• Task to complete: Send back all of the data, word for word.

++++++++++++++++++++

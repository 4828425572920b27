"""Small modal dialogs: a file path, an export target, a part-number search."""

from __future__ import annotations

from typing import ClassVar

from textual import on
from textual.app import ComposeResult
from textual.binding import Binding, BindingType
from textual.containers import Vertical
from textual.message import Message
from textual.screen import ModalScreen
from textual.widgets import Input, Label, Select, Static

from picker.tui.model import EXPORT_FORMATS

DIALOG_CSS = """
{name} {{ align: center middle; }}
{name} > Vertical {{
    width: 90%; max-width: 76; height: auto;
    border: round $accent; background: $surface; padding: 0 1;
}}
{name} Label {{ width: 1fr; }}
{name} .dialog-hint {{ color: $text-muted; }}
{name} .dialog-error {{ color: $error; }}
"""


class PathDialog(ModalScreen[str | None]):
    """Ask for a file path; enter accepts, escape cancels."""

    DEFAULT_CSS = DIALOG_CSS.format(name="PathDialog")
    BINDINGS: ClassVar[list[BindingType]] = [
        Binding("escape", "cancel", "Cancel", id="dialog.cancel"),
    ]

    def __init__(self, title: str, value: str = "", hint: str = "") -> None:
        super().__init__()
        self._title, self._value, self._hint = title, value, hint

    def compose(self) -> ComposeResult:
        with Vertical():
            yield Label(self._title)
            yield Input(self._value, id="dialog-path", compact=True)
            yield Static(self._hint or "enter accepts, escape cancels", classes="dialog-hint")

    @on(Input.Submitted)
    def _submitted(self, event: Input.Submitted) -> None:
        event.stop()
        self.dismiss(event.value.strip() or None)

    def action_cancel(self) -> None:
        self.dismiss(None)


class ExportDialog(ModalScreen[tuple[str, str] | None]):
    """Choose a format and a file for the shortlist export."""

    DEFAULT_CSS = DIALOG_CSS.format(name="ExportDialog")
    BINDINGS: ClassVar[list[BindingType]] = [
        Binding("escape", "cancel", "Cancel", id="dialog.cancel"),
    ]

    def __init__(self, stem: str = "shortlist") -> None:
        super().__init__()
        self._stem = stem

    def compose(self) -> ComposeResult:
        with Vertical():
            yield Label("Export the shortlist")
            yield Select(
                [(f.name, f.name) for f in EXPORT_FORMATS],
                value="csv",
                allow_blank=False,
                id="export-format",
                compact=True,
            )
            yield Input(f"{self._stem}.csv", id="export-path", compact=True)
            yield Static(
                "enter writes (atomically; never onto an input file), escape cancels",
                classes="dialog-hint",
            )

    def on_mount(self) -> None:
        self.query_one("#export-path", Input).focus()

    @on(Select.Changed, "#export-format")
    def _format_changed(self, event: Select.Changed) -> None:
        path_input = self.query_one("#export-path", Input)
        suffix = next(f.suffix for f in EXPORT_FORMATS if f.name == event.value)
        stem = path_input.value.rsplit(".", 1)[0] if "." in path_input.value else path_input.value
        path_input.value = stem + suffix

    @on(Input.Submitted, "#export-path")
    def _submitted(self, event: Input.Submitted) -> None:
        event.stop()
        path = event.value.strip()
        if not path:
            return
        format_name = str(self.query_one("#export-format", Select).value)
        self.dismiss((format_name, path))

    def action_cancel(self) -> None:
        self.dismiss(None)


class FindDialog(ModalScreen[str | None]):
    """Fuzzy part-number search: candidates update as you type, enter jumps."""

    DEFAULT_CSS = DIALOG_CSS.format(name="FindDialog")
    BINDINGS: ClassVar[list[BindingType]] = [
        Binding("escape", "cancel", "Cancel", id="dialog.cancel"),
    ]

    class Typed(Message):
        def __init__(self, dialog: FindDialog, text: str) -> None:
            super().__init__()
            self.dialog = dialog
            self.text = text

    def __init__(self, title: str = "Find a part number") -> None:
        super().__init__()
        self._title = title

    def compose(self) -> ComposeResult:
        with Vertical():
            yield Label(self._title)
            yield Input("", id="find-text", compact=True, placeholder="part number, fuzzy")
            yield Static(
                "enter jumps to the closest match, escape cancels",
                id="find-candidates",
                classes="dialog-hint",
            )

    @on(Input.Changed, "#find-text")
    def _changed(self, event: Input.Changed) -> None:
        event.stop()
        self.post_message(self.Typed(self, event.value))

    def show_candidates(self, text: str) -> None:
        self.query_one("#find-candidates", Static).update(text)

    @on(Input.Submitted, "#find-text")
    def _submitted(self, event: Input.Submitted) -> None:
        event.stop()
        self.dismiss(event.value.strip() or None)

    def action_cancel(self) -> None:
        self.dismiss(None)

++++++++++++++++++++

• Exercise solution:
repository 4828425572920b27
"""Small modal dialogs: a file path, an export target, a part-number search."""

from __future__ import annotations

from typing import ClassVar

from textual import on
from textual.app import ComposeResult
from textual.binding import Binding, BindingType
from textual.containers import Vertical
from textual.message import Message
from textual.screen import ModalScreen
from textual.widgets import Input, Label, Select, Static

from picker.tui.model import EXPORT_FORMATS

DIALOG_CSS = """
{name} {{ align: center middle; }}
{name} > Vertical {{
    width: 90%; max-width: 76; height: auto;
    border: round $accent; background: $surface; padding: 0 1;
}}
{name} Label {{ width: 1fr; }}
{name} .dialog-hint {{ color: $text-muted; }}
{name} .dialog-error {{ color: $error; }}
"""


class PathDialog(ModalScreen[str | None]):
    """Ask for a file path; enter accepts, escape cancels."""

    DEFAULT_CSS = DIALOG_CSS.format(name="PathDialog")
    BINDINGS: ClassVar[list[BindingType]] = [
        Binding("escape", "cancel", "Cancel", id="dialog.cancel"),
    ]

    def __init__(self, title: str, value: str = "", hint: str = "") -> None:
        super().__init__()
        self._title, self._value, self._hint = title, value, hint

    def compose(self) -> ComposeResult:
        with Vertical():
            yield Label(self._title)
            yield Input(self._value, id="dialog-path", compact=True)
            yield Static(self._hint or "enter accepts, escape cancels", classes="dialog-hint")

    @on(Input.Submitted)
    def _submitted(self, event: Input.Submitted) -> None:
        event.stop()
        self.dismiss(event.value.strip() or None)

    def action_cancel(self) -> None:
        self.dismiss(None)


class ExportDialog(ModalScreen[tuple[str, str] | None]):
    """Choose a format and a file for the shortlist export."""

    DEFAULT_CSS = DIALOG_CSS.format(name="ExportDialog")
    BINDINGS: ClassVar[list[BindingType]] = [
        Binding("escape", "cancel", "Cancel", id="dialog.cancel"),
    ]

    def __init__(self, stem: str = "shortlist") -> None:
        super().__init__()
        self._stem = stem

    def compose(self) -> ComposeResult:
        with Vertical():
            yield Label("Export the shortlist")
            yield Select(
                [(f.name, f.name) for f in EXPORT_FORMATS],
                value="csv",
                allow_blank=False,
                id="export-format",
                compact=True,
            )
            yield Input(f"{self._stem}.csv", id="export-path", compact=True)
            yield Static(
                "enter writes (atomically; never onto an input file), escape cancels",
                classes="dialog-hint",
            )

    def on_mount(self) -> None:
        self.query_one("#export-path", Input).focus()

    @on(Select.Changed, "#export-format")
    def _format_changed(self, event: Select.Changed) -> None:
        path_input = self.query_one("#export-path", Input)
        suffix = next(f.suffix for f in EXPORT_FORMATS if f.name == event.value)
        stem = path_input.value.rsplit(".", 1)[0] if "." in path_input.value else path_input.value
        path_input.value = stem + suffix

    @on(Input.Submitted, "#export-path")
    def _submitted(self, event: Input.Submitted) -> None:
        event.stop()
        path = event.value.strip()
        if not path:
            return
        format_name = str(self.query_one("#export-format", Select).value)
        self.dismiss((format_name, path))

    def action_cancel(self) -> None:
        self.dismiss(None)


class FindDialog(ModalScreen[str | None]):
    """Fuzzy part-number search: candidates update as you type, enter jumps."""

    DEFAULT_CSS = DIALOG_CSS.format(name="FindDialog")
    BINDINGS: ClassVar[list[BindingType]] = [
        Binding("escape", "cancel", "Cancel", id="dialog.cancel"),
    ]

    class Typed(Message):
        def __init__(self, dialog: FindDialog, text: str) -> None:
            super().__init__()
            self.dialog = dialog
            self.text = text

    def __init__(self, title: str = "Find a part number") -> None:
        super().__init__()
        self._title = title

    def compose(self) -> ComposeResult:
        with Vertical():
            yield Label(self._title)
            yield Input("", id="find-text", compact=True, placeholder="part number, fuzzy")
            yield Static(
                "enter jumps to the closest match, escape cancels",
                id="find-candidates",
                classes="dialog-hint",
            )

    @on(Input.Changed, "#find-text")
    def _changed(self, event: Input.Changed) -> None:
        event.stop()
        self.post_message(self.Typed(self, event.value))

    def show_candidates(self, text: str) -> None:
        self.query_one("#find-candidates", Static).update(text)

    @on(Input.Submitted, "#find-text")
    def _submitted(self, event: Input.Submitted) -> None:
        event.stop()
        self.dismiss(event.value.strip() or None)

    def action_cancel(self) -> None:
        self.dismiss(None)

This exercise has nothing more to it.